Islam is part of the cultural identity of the Filipino nation (2)

FROM A DISTANCE - Carmen N. Pedrosa -
This column is a continuation of the paper I presented in Al-Janadriya:

The founding of Islam. So why were the Filipinos in the South more successful than the non-Muslim indigenous peoples in the north. For this theme I relied heavily on scholarship already done by the Muslim Filipino historian, Cesar Majul, in his book Muslims in the Philippines.

But first we have to refer to the general history of Islam before it came to the Philippines. In her book History of Islam, Karen Armstrong says that "In Islam, Muslims have looked for God in history."

Their sacred scripture, the Quran, enjoins them to fulfill a historical mission. There is no understanding of what Islam is all about unless we dwell on the wellspring from which it developed. A Muslim’s chief duty was to create a just community in which all members, even the most weak and vulnerable, were treated with absolute respect. In the performance of that duty of building a just society will the Muslim achieve his divine destiny. He or she would be living in accordance with God’s will.

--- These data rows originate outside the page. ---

//! Tables as CSV: units in the header, uncertainty beside every estimate, empty where there is no number.

use super::normal::normal_tables;
use super::observed::observed_tables;
use super::study::Study;
use crate::findings::{Chance, Distribution, Estimate, LevelFindings, MeasureFindings};
use crate::season::{Kind, Measure, Outcome};
use crate::units::UnitSystem;
use csv::Writer;

/// A file of a report: path within the results and content.
pub type ReportFile = (String, Vec<u8>);

/// Kinds whose measures share a table, whose numbers have one unit.
const GROUPS: [(&str, &[Kind]); 5] = [
    ("amounts", &[Kind::AmountMm]),
    ("swe-area", &[Kind::AmountMmDays]),
    ("shares", &[Kind::Share]),
    ("day-counts", &[Kind::DayCount]),
    ("dates", &[Kind::DayOfWaterYear, Kind::ArrivalDay]),
];

/// Every table of a study.
pub fn tables(study: &Study<'_>) -> Vec<ReportFile> {
    let findings = study.findings;
    let units = study.reader.units;
    let mut tables = Vec::new();
    for (group, kinds) in GROUPS {
        let basin = findings.basin.iter().map(|measure| (None, measure));
        tables.push((format!("tables/basin-{group}.csv"), table(basin.collect(), units, kinds)));
        let bands = findings.bands.iter().enumerate().flat_map(|(number, band)| {
            band.measures.iter().map(move |measure| (Some((number + 1, &band.band)), measure))
        });
        tables.push((format!("tables/bands-{group}.csv"), table(bands.collect(), units, kinds)));
    }
    tables.push(("tables/record-years.csv".to_owned(), record_years(study)));
    tables.extend(normal_tables(study));
    tables.extend(observed_tables(&findings.comparisons, units));
    tables
}

type Place<'a> = Option<(usize, &'a crate::basin::Band)>;

/// One row a place, measure and level, of the measures of the kinds of a group.
fn table(rows: Vec<(Place<'_>, &MeasureFindings)>, units: UnitSystem, kinds: &[Kind]) -> Vec<u8> {
    let [unit, change_unit] = match kinds[0] {
        Kind::AmountMm => [units.depth().suffix; 2],
        Kind::AmountMmDays => [units.depth_days().suffix; 2],
        Kind::Share => ["share"; 2],
        Kind::DayCount => ["days"; 2],
        Kind::DayOfWaterYear | Kind::ArrivalDay => ["day_of_water_year", "days"],
    };
    let has_bands = rows.iter().any(|(place, _)| place.is_some());
    let mut writer = Writer::from_writer(Vec::new());
    let mut header: Vec<String> = Vec::new();
    if has_bands {
        let (length, area) = (units.elevation().suffix, units.area().suffix);
        header.extend([
            "band".to_owned(),
            format!("lower_{length}"),
            format!("upper_{length}"),
            format!("area_{area}"),
        ]);
    }
    header.extend(["measure".to_owned(), format!("level_{}", units.warming().suffix)]);
    header.extend(["realizations", "realizations_none", "realizations_not_gone"].map(str::to_owned));
    header.push("realizations_not_reached".to_owned());
    header.extend(["q05", "q25", "q50", "q75", "q95"].map(|q| format!("{q}_{unit}")));
    header.push(format!("shift_{change_unit}"));
    header.push(format!("shift_monte_carlo_error_{change_unit}"));
    header.extend(["shift_q05", "shift_q95"].map(|q| format!("{q}_{change_unit}")));
    header.extend(["shift_pairs", "shift_pairs_without_value"].map(str::to_owned));
    if kinds[0].least_reference().is_some() {
        header.push("change_pct".to_owned());
    }
    header.extend(
        [
            "signal_to_half_spread",
            "signal_to_half_spread_monte_carlo_error",
            "signal_to_standard_deviation",
            "signal_to_standard_deviation_paired",
            "years_none",
            "years_not_gone",
            "years_not_reached",
        ]
        .map(str::to_owned),
    );
    if !has_bands {
        header.extend(["q05", "q25", "q50", "q75", "q95"].map(|q| format!("single_year_{q}_{unit}")));
        for chance in ["period_below_reference", "year_below_reference", "reaches_reference_median"] {
            header.extend(
                ["", "_monte_carlo_error", "_bound_95pct"].map(|end| format!("chance_{chance}{end}")),
            );
        }
    }
    write(&mut writer, &header);
    for (place, measure) in rows.into_iter().filter(|(_, measure)| kinds.contains(&measure.measure.kind)) {
        for level in &measure.levels {
            write(&mut writer, &row(place, &measure.measure, level, units));
        }
    }
    finish(writer)
}

fn row(place: Place<'_>, measure: &Measure, level: &LevelFindings, units: UnitSystem) -> Vec<String> {
    let told = Told { units, kind: measure.kind };
    let mut row = Vec::new();
    if let Some((number, band)) = place {
        row.push(number.to_string());
        row.extend([band.lower_m, band.upper_m].map(|edge_m| units.elevation().of(edge_m).to_string()));
        row.push(units.area().of(band.area_km2).to_string());
    }
    row.extend([name(measure, units), units.warming().of(level.level_c).to_string()]);
    let periods = &level.periods;
    row.extend(
        [periods.count, periods.none, periods.not_gone, periods.not_reached].map(|count| count.to_string()),
    );
    row.extend(told.quantiles(periods));
    let shift = level.shift;
    let median = shift.map(|shift| shift.median);
    let error = median.and_then(|median| median.monte_carlo_error);
    let range = [shift.map(|shift| shift.q05), shift.map(|shift| shift.q95)];
    row.extend([median.map(|median| median.value), error].map(|number| told.change(number)));
    row.extend(range.map(|number| told.change(number)));
    row.extend(
        [shift.map(|shift| shift.pairs), shift.map(|shift| shift.pairs_without_value)]
            .map(|count| count.map_or(String::new(), |count| count.to_string())),
    );
    if measure.kind.least_reference().is_some() {
        row.push(optional(level.percent_change));
    }
    row.extend(estimate(level.signal_to_spread));
    row.push(optional(level.signal_to_noise.and_then(|ratio| ratio.against_reference)));
    row.push(optional(level.signal_to_noise.and_then(|ratio| ratio.paired)));
    let [none, never] = level.years_undefined;
    let [not_gone, not_reached] = if measure.kind == Kind::ArrivalDay { [0, never] } else { [never, 0] };
    row.extend([none, not_gone, not_reached].map(|count| count.to_string()));
    if let Some(single_years) = &level.single_years {
        row.extend(told.quantiles(single_years));
        let chances = level.chances;
        row.extend(chance(chances.and_then(|chances| chances.period_below_reference)));
        row.extend(chance(chances.and_then(|chances| chances.year_below_reference)));
        row.extend(chance(chances.and_then(|chances| chances.reaches_reference_median)));
    }
    row
}

/// The record's years: used or left out, why, and what they measure at the reference.
fn record_years(study: &Study<'_>) -> Vec<u8> {
    let (record, units) = (&study.record, study.reader.units);
    let mut writer = Writer::from_writer(Vec::new());
    let mut header = vec!["water_year".to_owned(), "used".to_owned(), "why_left_out".to_owned()];
    header.extend(record.measures.iter().map(|measure| name(measure, units)));
    write(&mut writer, &header);
    let mut rows: Vec<(i32, Vec<String>)> = record
        .years
        .iter()
        .map(|year| {
            let mut row = vec![year.water_year.to_string(), "yes".to_owned(), String::new()];
            row.extend(record.measures.iter().zip(&year.values).map(|(measure, value)| {
                Told { units, kind: measure.kind }.outcome(measure.kind.outcome(*value))
            }));
            (year.water_year, row)
        })
        .collect();
    rows.extend(record.skipped.iter().map(|year| {
        let why: Vec<String> = year.why.iter().map(|why| why.words(units)).collect();
        let mut row = vec![year.water_year.to_string(), "no".to_owned(), why.join("; ")];
        row.resize(3 + record.measures.len(), String::new());
        (year.water_year, row)
    }));
    rows.sort_by_key(|(year, _)| *year);
    for (_, row) in rows {
        write(&mut writer, &row);
    }
    finish(writer)
}

/// The name of a measure with the unit in which it is told: `swe_04_01_in`.
fn name(measure: &Measure, units: UnitSystem) -> String {
    let (metric, suffix) = match measure.kind {
        Kind::AmountMm => (UnitSystem::Metric.depth().suffix, units.depth().suffix),
        Kind::AmountMmDays => (UnitSystem::Metric.depth_days().suffix, units.depth_days().suffix),
        Kind::Share | Kind::DayCount | Kind::DayOfWaterYear | Kind::ArrivalDay => {
            return measure.name.clone();
        }
    };
    let name = measure.name.strip_suffix(metric);
    name.map_or_else(|| measure.name.clone(), |name| format!("{name}{suffix}"))
}

/// How a measure's values are told.
#[derive(Clone, Copy)]
struct Told {
    units: UnitSystem,
    kind: Kind,
}

impl Told {
    fn number(self, value: f64) -> String {
        match self.kind {
            Kind::AmountMm => self.units.depth().of(value).to_string(),
            Kind::AmountMmDays => self.units.depth_days().of(value).to_string(),
            Kind::Share | Kind::DayCount | Kind::DayOfWaterYear | Kind::ArrivalDay => value.to_string(),
        }
    }

    /// A number, or the words `none`, `not gone` and `not reached`.
    fn outcome(self, outcome: Outcome) -> String {
        match outcome {
            Outcome::Value(value) => self.number(value),
            Outcome::None => "none".to_owned(),
            Outcome::NotGone => "not gone".to_owned(),
            Outcome::NotReached => "not reached".to_owned(),
        }
    }

    fn change(self, change: Option<f64>) -> String {
        change.map_or(String::new(), |change| self.number(change))
    }

    fn quantiles(self, distribution: &Distribution) -> [String; 5] {
        [distribution.q05, distribution.q25, distribution.q50, distribution.q75, distribution.q95]
            .map(|outcome| self.outcome(outcome))
    }
}

pub(super) fn optional(value: Option<f64>) -> String {
    value.map_or(String::new(), |value| value.to_string())
}

fn estimate(estimate: Option<Estimate>) -> [String; 2] {
    [optional(estimate.map(|e| e.value)), optional(estimate.and_then(|e| e.monte_carlo_error))]
}

fn chance(chance: Option<Chance>) -> [String; 3] {
    let [value, error] = estimate(chance.map(|chance| chance.estimate));
    [value, error, optional(chance.and_then(|chance| chance.bound))]
}

/// Writing to memory cannot fail.
pub(super) fn write(writer: &mut Writer<Vec<u8>>, row: &[String]) {
    let _ = writer.write_record(row);
}

pub(super) fn finish(writer: Writer<Vec<u8>>) -> Vec<u8> {
    writer.into_inner().unwrap_or_default()
}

"A Muslim had to redeem history and that meant that state affairs were not a distraction from spirituality but the stuff of religion itself. The political well-being of the Muslim community was a matter of supreme importance. Like any religious ideal, it was almost impossibly difficult to implement in the flawed and tragic conditions of history, but after each failure Muslims had to get up and begin again," writes Karen Armstrong.


Although like any religion Islam developed its own rituals, mysticism, philosophy, doctrines, sacred texts, laws and shrines for its followers, its religious practices came from discontent with the political current affairs of Islamic society.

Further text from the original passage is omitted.